I'm quite familiar with Reservoir Sampling algorithm and I'm thinking what if the total size N is given. What benefit can we get under this situation? As a result, here's the algorithm:
Let n be the total size of data
Let k be the total size of sample
for each element from data
if random(0,1) <= k/n
put this element into sample
-- k
-- n
done
It looks correct at the first glance but I found it hard to prove. Anybody can help me to prove this algorithm in a formal way?
Here's a correctness proof for Dave's fix. Assume without loss of generality that the stream is 1..n. We prove inductively that, after m in {0..n} iterations through the loop, the sample is distributed as the intersection with 1..m of a uniform random k-combination of 1..n.
The base case, m = 0, is trivial: both the sample and the intersection always are empty. Given the inductive hypothesis for a particular m, we now prove it for m+1. Let S be a random variable representing the set after m iterations and let S' be a random variable representing the set after m+1 iterations. Let & be set intersection. For all k-combinations T, we write
Pr(S' = T & {1..m+1})
= Pr(S = T & {1..m}) Pr(S' = T & {1..m+1} | S = T & {1..m}),
since S' = T & {1..m+1} implies that S = T & {1..m}. By the inductive hypothesis and some counting,
(n choose k) Pr(S = T & {1..m})
= ((n - m) choose (k - |T & {1..m}|)).
Combining the two equations, we get
(n choose k) Pr(S' = T & {1..m+1})
= ((n - m) choose (k - |T & {1..m}|)) Pr(S' = T & {1..m+1} | S = T & {1..m}).
By inspecting Dave's program,
Pr(m+1 in S' | S) = (k - |S|) / (n - m).
Now there are two cases. The first case is m+1 in T.

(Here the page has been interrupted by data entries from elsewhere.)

/**
 * The greatest stress and the least tension of a line, also with climbers on it, whose pulls are added to the tension of
 * the line without them: it is hung once, however many positions are looked at.
 */
import type { Line, PointMass } from './line';
import { hang, tensionAt, type Hanging, type Stretch } from './tension';
import { innerPeak, turningRadii } from './turning';

export type Extremes = {
	/** Greatest stress, Pa; where no section is under tension −Infinity or below zero. */
	stress: number;
	/** Lowest radius, m, at which the margin is within 1e-9 of its least. */
	stressRadius: number;
	/** N */
	leastTension: number;
	/** Lowest radius of the least tension, m. */
	leastTensionRadius: number;
	/** N */
	greatestTension: number;
	/** T₀, N */
	anchorTension: number;
};

/** How near to the least a margin counts as the same. */
const SAME_MARGIN = 1e-9;

/** Hung so that the stress turns nowhere twice inside a stretch. */
export const hangForSurvey = (line: Line, cuts: readonly number[] = []): Hanging =>
	hang(line, [...turningRadii(line), ...cuts]);

/**
 * @param hanging of `hangForSurvey`
 * @param limitStress what the stress is held against, Pa; its margin is limitStress/σ − 1
 * @param climbers point masses besides those of the line, in any order
 */
export function survey(
	line: Line,
	{ stretches, anchorTension }: Hanging,
	limitStress: number,
	climbers: readonly PointMass[] = []
): Extremes {
	const { field } = line;
	const down = [...climbers].sort((a, b) => b.radius - a.radius);
	const found: Extremes = {
		stress: -Infinity,
		stressRadius: NaN,
		leastTension: Infinity,
		leastTensionRadius: NaN,
		greatestTension: -Infinity,
		anchorTension
	};
	const look = (r: number, area: number, tension: number) => {
		if (tension <= found.leastTension) {
			found.leastTension = tension;
			found.leastTensionRadius = r;
		}
		if (tension > found.greatestTension) found.greatestTension = tension;
		const stress = tension / area;
		if (stress > found.stress) found.stress = stress;
		// Downwards, so that the last that is as good as the greatest is the lowest.
		const same = found.stress / stress - 1 <= (SAME_MARGIN * found.stress) / limitStress;
		if (stress === found.stress || (stress > 0 && same)) found.stressRadius = r;
	};
	/** What the climbers above add to the tension, N. */
	let added = 0;
	const part = (stretch: Stretch, from: number, to: number) => {
		const { piece } = stretch;
		const inside = (r: number) => added + tensionAt(line, stretch, r);
		const [isTop, isBottom] = [to === stretch.to, from === stretch.from];
		const upper = isTop ? added + stretch.upper : inside(to);
		const lower = isBottom ? added + stretch.lower : inside(from);
		const upperArea = isTop ? stretch.upperArea : piece.area(to);
		const lowerArea = isBottom ? stretch.lowerArea : piece.area(from);
		look(to, upperArea, upper);
		// T and A are monotonic here: no stress inside is above this, so most stretches of a long table are passed by.
		const most = Math.max(lower, upper) / Math.min(lowerArea, upperArea);
		if (piece.slope && most > found.stress) {
			const peak = innerPeak(line, piece, [from, lower], [to, upper], inside);
			if (peak !== null) look(peak, piece.area(peak), inside(peak));
		}
		look(from, lowerArea, lower);
	};
	let next = 0;
	const passed = (r: number) => next < down.length && down[next]!.radius >= r;
	const take = () => (added -= down[next]!.mass * field.g(down[next++]!.radius));
	for (let i = stretches.length - 1; i >= 0; i -= 1) {
		const stretch = stretches[i]!;
		let to = stretch.to;
		while (passed(to)) take();
		while (next < down.length && down[next]!.radius > stretch.from) {
			const from = down[next]!.radius;
			part(stretch, from, to);
			to = from;
			while (passed(to)) take();
		}
		part(stretch, stretch.from, to);
	}
	while (next < down.length) take();
	found.anchorTension = anchorTension + added;
	if (found.anchorTension < found.leastTension) {
		found.leastTension = found.anchorTension;
		found.leastTensionRadius = stretches[0]!.from;
	}
	return found;
}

Pr(S' = T & {1..m+1} | S = T & {1..m})
= Pr(m+1 in S' | S = T & {1..m})
= (k - |T & {1..m}|) / (n - m)
(n choose k) Pr(S' = T & {1..m+1})
= ((n - m) choose (k - |T & {1..m}|)) (k - |T & {1..m}|) / (n - m)
= (n - m - 1) choose (k - |T & {1..m}| - 1)
= (n - (m+1)) choose (k - |T & {1..m+1}|).
The second case is m+1 not in T.
Pr(S' = T & {1..m+1} | S = T & {1..m})
= Pr(m+1 not in S' | S = T & {1..m})
= (n - m - (k - |T & {1..m}|)) / (n - m)
(n choose k) Pr(S' = T & {1..m+1})
= ((n - m) choose (k - |T & {1..m}|)) (n - m - (k - |T & {1..m}|)) / (n - m)
= (n - m - 1) choose (k - |T & {1..m}|)
= (n - (m+1)) choose (k - |T & {1..m+1}|).
In both cases, we prove that Pr(S' = T & {1..m+1}) has the correct value.